Sin embargo, el criterio que hoy tenemos implica culto, obediencia, acatamiento irrestricto, negación de la posibilidad de disentir, en general, condición de sumisión absoluta.
Esto nos lleva a plantear una variante al término, a efectos de precisar que respetar no necesariamente implica aceptar silenciosamente lo que el respetado nos imponga, renunciando al derecho de disentir, criticar o simplemente no aceptar.
El respeto nos obliga a ser corteses, pero jamás puede obligarnos a permanecer callados ante lo que no compartimos o consideramos incorrecto, desde el punto de vista de nuestra personal concepción del mundo; el respeto nos obliga a ser amables, pero jamás a ser sumisos y menos en forma irreflexiva; el respeto nos impone miramientos, pero nunca puede imponernos prosternaciones; por respeto nos adherimos, pero no por ello perdemos el derecho a cuestionar; obedecemos, pero no nos inclinamos; amamos, pero no idolatramos.
Por respeto al jefe, el trabajador se atraganta de injusticia; por respeto al padre, el hijo debe mirar atónito la actitud irracional de aquel; acudiendo al respeto, el gobernante pretende imponer su desadministración como norma de conducta.

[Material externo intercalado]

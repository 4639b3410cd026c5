import { useQuery } from '@tanstack/react-query';
import { useRevision } from '#web/revision/revision-context.ts';
import { commentsQuery, resultQuery } from '#web/revision/revision-queries.ts';
import { FindingsView } from '#web/results/findings-view.tsx';
import { Loading } from '#web/ui/loading.tsx';
import { ProblemNotice } from '#web/ui/problem-notice.tsx';
import { sameFinding } from '#core/review/guards.ts';
import { Comments } from './comments.tsx';
import { Decision } from './decision.tsx';
import { ReviewHead } from './review-head.tsx';

/** What is reviewed, what was found and why it was left, what people say, and the decision. */
export function Component() {
  const revision = useRevision();
  const stored = useQuery(resultQuery(revision.id));
  const comments = useQuery(commentsQuery(revision.id));
  const error = stored.error ?? comments.error;
  if (error) return <ProblemNotice error={error} />;
  if (stored.data === undefined || !comments.data) return <Loading what="the review" />;
  const result = stored.data?.upToDate ? stored.data.result : null;
  return (
    <div className="flex flex-col gap-10">
      <ReviewHead revision={revision} stored={stored.data} />
      <Decision revision={revision} result={result} />
      <Comments revision={revision} comments={comments.data.items} result={result} />
      {result ? (
        <FindingsView
          result={result}
          revisionId={revision.id}
          below={(finding) => {
            const given = revision.reasons.find((reason) => sameFinding(reason, finding));
            return given ? <p className="mt-1 border-l-2 border-copper pl-2">Reason given: {given.reason}</p> : null;
          }}
        />
      ) : null}
    </div>
  );
}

El hombre de hoy merece respeto, pero también reciprocidad; quizá ahora, más que nunca, debemos acuñar el principio general de “yo te respeto, pero tú me respetas”.

Sin embargo, frente al irrespeto tampoco podemos responder y, para ello, está la irreverencia, es decir, una forma cortés y amable, pero enérgica, de hacer valer nuestra condición humana.
Los conceptos de edad, dignidad y gobierno, como fundamentos del respeto, no pueden continuar siendo considerados aisladamente de la persona, sino que deben mirarse en relación con el contexto general.
La edad debe apoyarse incondicionalmente, pero solo acatarse si en verdad lo merece. El concepto de dignidad debe revisarse también, pues en el mundo moderno todo hombre tiene su propia dignidad y ninguna es diferente de las demás, si entendemos por tal la consideración que nosotros tenemos de nuestra propia persona. El gobierno solo puede predicarse, no de quien objetivamente lo tiene, eso es administración, sino de quien lo respalda con actitudes éticas y honestas.
Pero, y esto debe quedar claramente definido, el respeto deja incólume el derecho a no tragar entero y es entonces cuando aparece la irreverencia como aquel mecanismo que nos permita discutir lo que de buena fe creemos que no corresponde a las exigencias que se nos imponen.
Debemos ser respetuosos, pero no reverentes, pues mientras lo uno es sometimiento, lo otro aparece como realzamiento de la condición humana.